Thayer is a 31-year resident of the Tahoe Shores Mobile Home Park and one of more than 30 full-time residents of the park who will likely lose their homes after the approval of the Beach Club on Lake Tahoe project by the board.



The project includes the development of 143 condominium units on the mobile-home park site along the shore of Lake Tahoe in Stateline.

The Beach Club also boasts numerous environmental benefits, including a stormwater treatment system that will prevent approximately 11,000 pounds of sediment from reaching the lake annually, according to project backers.



While nearly every board member said it was unfortunate that residents would be displaced from their longtime homes as a result of the redevelopment project, many stated that the TRPA isn’t the venue to resolve the tenant-landlord disputes brought up during public comment.

“The owner has a right. They have the right to make a change if they are compensating a tenant in line with (the Nevada Revised Statutes),” said board member Donna Ruthe. “There’s nothing we can do.”

The developer of the Beach Club – South Shore LLC – will pay the legally required compensation to current tenants and has offered $5,000 on top of the required sums to low-income residents of the park.

But the offer has been viewed with skepticism from current Tahoe Shores residents, several of whom are involved in lawsuits with the park owner over rent disputes.

Many of the mobile homes at the park are too old to move and will only require “paltry sums” in compensation under Nevada law, said Tahoe Shores resident Jan Christensen.

Many of the residents are elderly or on fixed incomes and have expressed dissatisfaction with the option of moving from a mobile home into the affordable-housing options generated by the beach club. The project will include 15 moderate-income housing units at a yet-undetermined site and 39 units of affordable-income housing at Aspen Grove Apartments.

“There’s not a huge appetite from people who have lived in mobile homes to move into apartments,” said Lew Feldman, attorney for South Shore LLC.

The future is unknown for the residents of the park, but almost all the residents left the meeting before the Governing Board unanimously approved the project, feeling such an approval was inevitable.

Because of the language in the TRPA compact, the agency is tasked with protecting the environment and not necessarily the humans wrapped up in it, said Governing Board member Jerome Waldie.

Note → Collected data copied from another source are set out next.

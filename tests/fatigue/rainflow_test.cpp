#include "toehold/common/error.hpp"
#include "toehold/fatigue/miner.hpp"
#include "toehold/fatigue/rainflow.hpp"
#include "toehold/fatigue/sn_catalogue.hpp"
#include "support/support.hpp"

#include <algorithm>
#include <cmath>
#include <cstdlib>
#include <map>
#include <random>
#include <vector>

namespace toehold {
namespace {

std::map<double, double> counts_by_range(const std::vector<StressCycle>& cycles) {
  std::map<double, double> out;
  for (const StressCycle& c : cycles) out[c.range] += c.count;
  return out;
}

const std::vector<double> kAstmHistory{-2, 1, -3, 5, -1, 3, -4, 4, -2};

std::vector<double> random_history(unsigned seed, std::size_t n) {
  std::mt19937 gen(seed);
  std::uniform_int_distribution<int> dist(-50, 50);  // integers: exact ties and plateaus occur
  std::vector<double> h(n);
  for (double& v : h) v = dist(gen);
  return h;
}

// The history rotated to start at its largest absolute value and closed with that value again.
std::vector<double> started_at_peak(const std::vector<double>& h) {
  const auto peak = std::max_element(h.begin(), h.end(), [](double a, double b) { return std::abs(a) < std::abs(b); });
  std::vector<double> out(peak, h.end());
  out.insert(out.end(), h.begin(), peak + 1);
  return out;
}

}  // namespace

// ASTM E1049-85 sec. 5.4.4, Fig. 6 example (REFERENCE-VALUES [S2]).
TEST(Rainflow, AstmExampleCounts) {
  const std::vector<StressCycle> cycles = rainflow_count(kAstmHistory, ResidueRule::half_cycles);
  const std::map<double, double> expected{{3, 0.5}, {4, 1.5}, {6, 0.5}, {8, 1.0}, {9, 0.5}};
  EXPECT_EQ(counts_by_range(cycles), expected);
  EXPECT_EQ(total_count(cycles), 4.0);
}

// ASTM E1049-85 sec. 5.4.5, the same history repeating, started at its largest peak (REFERENCE-VALUES [D]).
TEST(Rainflow, AstmRepeatingHistoryCountsFullCycles) {
  const std::vector<StressCycle> cycles = rainflow_count(kAstmHistory, ResidueRule::repeat_history);
  const std::map<double, double> expected{{3, 1.0}, {4, 1.0}, {7, 1.0}, {9, 1.0}};
  EXPECT_EQ(counts_by_range(cycles), expected);
  for (const StressCycle& c : cycles) EXPECT_EQ(c.count, 1.0);
}

// Hand-traced from the ASTM example: the full cycle of range 4 is -1 -> 3 (indices 4, 5), mean 1 [D].
TEST(Rainflow, CyclesCarryMeanAndIndices) {
  const std::vector<StressCycle> cycles = rainflow_count(kAstmHistory);
  const auto full = std::find_if(cycles.begin(), cycles.end(), [](const StressCycle& c) { return c.count == 1.0; });
  ASSERT_NE(full, cycles.end());
  EXPECT_EQ(full->range, 4.0);
  EXPECT_EQ(full->mean, 1.0);
  EXPECT_EQ(full->first, 4u);
  EXPECT_EQ(full->last, 5u);
}

// Points inside monotone runs and plateaus are not turning points (ASTM E1049-85 sec. 5.4.4 step 1) [D].
TEST(Rainflow, TurningPointsDropPlateausAndRuns) {
  const std::vector<double> h{0, 1, 2, 2, 3, 1, 1, -1, 0};
  EXPECT_EQ(turning_point_indices(h), (std::vector<std::size_t>{0, 4, 7, 8}));
  const std::map<double, double> expected{{1, 0.5}, {3, 0.5}, {4, 0.5}};
  EXPECT_EQ(counts_by_range(rainflow_count(h)), expected);
}

TEST(Rainflow, ShortHistories) {
  EXPECT_TRUE(rainflow_count(std::vector<double>{}).empty());
  EXPECT_TRUE(rainflow_count(std::vector<double>{5.0}).empty());
  EXPECT_TRUE(rainflow_count(std::vector<double>{5.0, 5.0}).empty());
  const std::vector<StressCycle> one = rainflow_count(std::vector<double>{-1.0, 3.0}, ResidueRule::repeat_history);
  ASSERT_EQ(one.size(), 1u);
  EXPECT_EQ(one[0].range, 4.0);
  EXPECT_EQ(one[0].count, 1.0);
}

// Feeding values one at a time and collecting as it goes gives the same cycles as the whole-history call.
TEST(Rainflow, StreamingEqualsWholeHistory) {
  const std::vector<double> h = random_history(7, 5000);
  RainflowCounter counter;
  std::vector<StressCycle> streamed;
  for (std::size_t i = 0; i < h.size(); ++i) {
    counter.push(h[i]);
    if (i % 97 == 0) {
      const std::vector<StressCycle> part = counter.take_closed_cycles();
      streamed.insert(streamed.end(), part.begin(), part.end());
    }
  }
  const std::vector<StressCycle> rest = counter.finish(ResidueRule::half_cycles);
  streamed.insert(streamed.end(), rest.begin(), rest.end());
  EXPECT_EQ(counts_by_range(streamed), counts_by_range(rainflow_count(h)));
  EXPECT_EQ(counter.values_pushed(), 0u);  // finish resets the counter
}

// Each range between successive turning points is half of a cycle: total count = (turning points - 1) / 2 [D].
TEST(Rainflow, TotalCountIsHalfTheNumberOfReversals) {
  for (unsigned seed = 1; seed <= 20; ++seed) {
    const std::vector<double> h = random_history(seed, 300);
    const double reversals = static_cast<double>(turning_point_indices(h).size() - 1);
    EXPECT_EQ(total_count(rainflow_count(h)), 0.5 * reversals);
  }
}

// A repeating history has no start: counted by sec. 5.4.5, by 5.4.4 after rotating it to start and end at its
// largest peak, or from any other starting point, the damage is the same [D].
TEST(Rainflow, RotatingARepeatingHistoryToItsPeakLeavesDamageUnchanged) {
  const SnCurve curve = iiw_fat(90.0);
  for (unsigned seed = 1; seed <= 30; ++seed) {
    std::vector<double> h = random_history(seed, 200);
    for (double& v : h) v *= 3.0;  // ranges up to 300 MPa, on both sides of the knee
    const double repeating = miner_damage(curve, rainflow_count(h, ResidueRule::repeat_history));
    const std::vector<double> at_peak = started_at_peak(h);
    EXPECT_CLOSE(miner_damage(curve, rainflow_count(at_peak, ResidueRule::half_cycles)), repeating, 1e-12);
    std::vector<double> shifted = h;
    std::rotate(shifted.begin(), shifted.begin() + 1 + static_cast<long>(seed), shifted.end());
    EXPECT_CLOSE(miner_damage(curve, rainflow_count(shifted, ResidueRule::repeat_history)), repeating, 1e-12);
    EXPECT_EQ(counts_by_range(rainflow_count(at_peak, ResidueRule::repeat_history)),
              counts_by_range(rainflow_count(h, ResidueRule::repeat_history)));
  }
}

// Millions of points in one pass (O(n)); a sine-like history of 2e6 points with 1e6 reversals [D].
TEST(Rainflow, MillionsOfPoints) {
  std::vector<double> h(2'000'000);
  for (std::size_t i = 0; i < h.size(); ++i) h[i] = (i % 2 == 0 ? 100.0 : -100.0) + static_cast<double>(i % 7);
  const std::vector<StressCycle> cycles = rainflow_count(h);
  EXPECT_EQ(total_count(cycles), 0.5 * static_cast<double>(h.size() - 1));
}

TEST(Rainflow, MergeAndBinRanges) {
  const std::vector<StressCycle> merged = merge_equal_ranges(rainflow_count(kAstmHistory));
  ASSERT_EQ(merged.size(), 5u);
  EXPECT_EQ(merged[0].range, 9.0);
  EXPECT_EQ(merged[3].range, 4.0);
  EXPECT_EQ(merged[3].count, 1.5);
  EXPECT_EQ(merged[3].first, kNoIndex);
  // Ranges 3, 4, 6, 8, 9 in bins of 5: 3 and 4 -> 5 (2.0 cycles), 6, 8, 9 -> 10 (2.0 cycles) [D].
  const std::vector<StressCycle> binned = bin_ranges(rainflow_count(kAstmHistory), 5.0);
  ASSERT_EQ(binned.size(), 2u);
  EXPECT_EQ(binned[0].range, 10.0);
  EXPECT_EQ(binned[0].count, 2.0);
  EXPECT_EQ(binned[1].range, 5.0);
  EXPECT_EQ(binned[1].count, 2.0);
}

TEST(Rainflow, BadInputsAreErrors) {
  RainflowCounter counter;
  counter.push(std::vector<double>{1.0, 2.0, 3.0});
  try {
    counter.push(std::numeric_limits<double>::infinity());
    FAIL();
  } catch (const Error& e) {
    EXPECT_EQ(std::string(e.what()),
              "rainflow count: history value inf at index 3 is not finite; remove or repair that value");
  }
  try {
    parse_residue_rule("drop", "plan key loading.residue");
    FAIL();
  } catch (const Error& e) {
    EXPECT_EQ(std::string(e.what()),
              "plan key loading.residue: unknown residue rule 'drop'; use one of half_cycles, repeat_history");
  }
  EXPECT_THROW(bin_ranges(std::vector<StressCycle>{}, 0.0), Error);
  EXPECT_EQ(parse_residue_rule("repeat_history", "x"), ResidueRule::repeat_history);
  EXPECT_EQ(describe(ResidueRule::half_cycles), "ASTM E1049-85 sec. 5.4.4, residue counted as half cycles");
}

}  // namespace toehold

And while Waldie said the wording of the compact may need to be examined, he said the board’s hands were tied by the environmental benefits the Beach Club will provide.

“As we sit here today, our responsibility is to determine if this is environmentally sound,” he said. “And I think it is.”

Depending on the availability of financing for construction of the Beach Club, the park could close as soon as next spring, Feldman said.

The owners of the park are required to give tenants six months’ notice before closing it.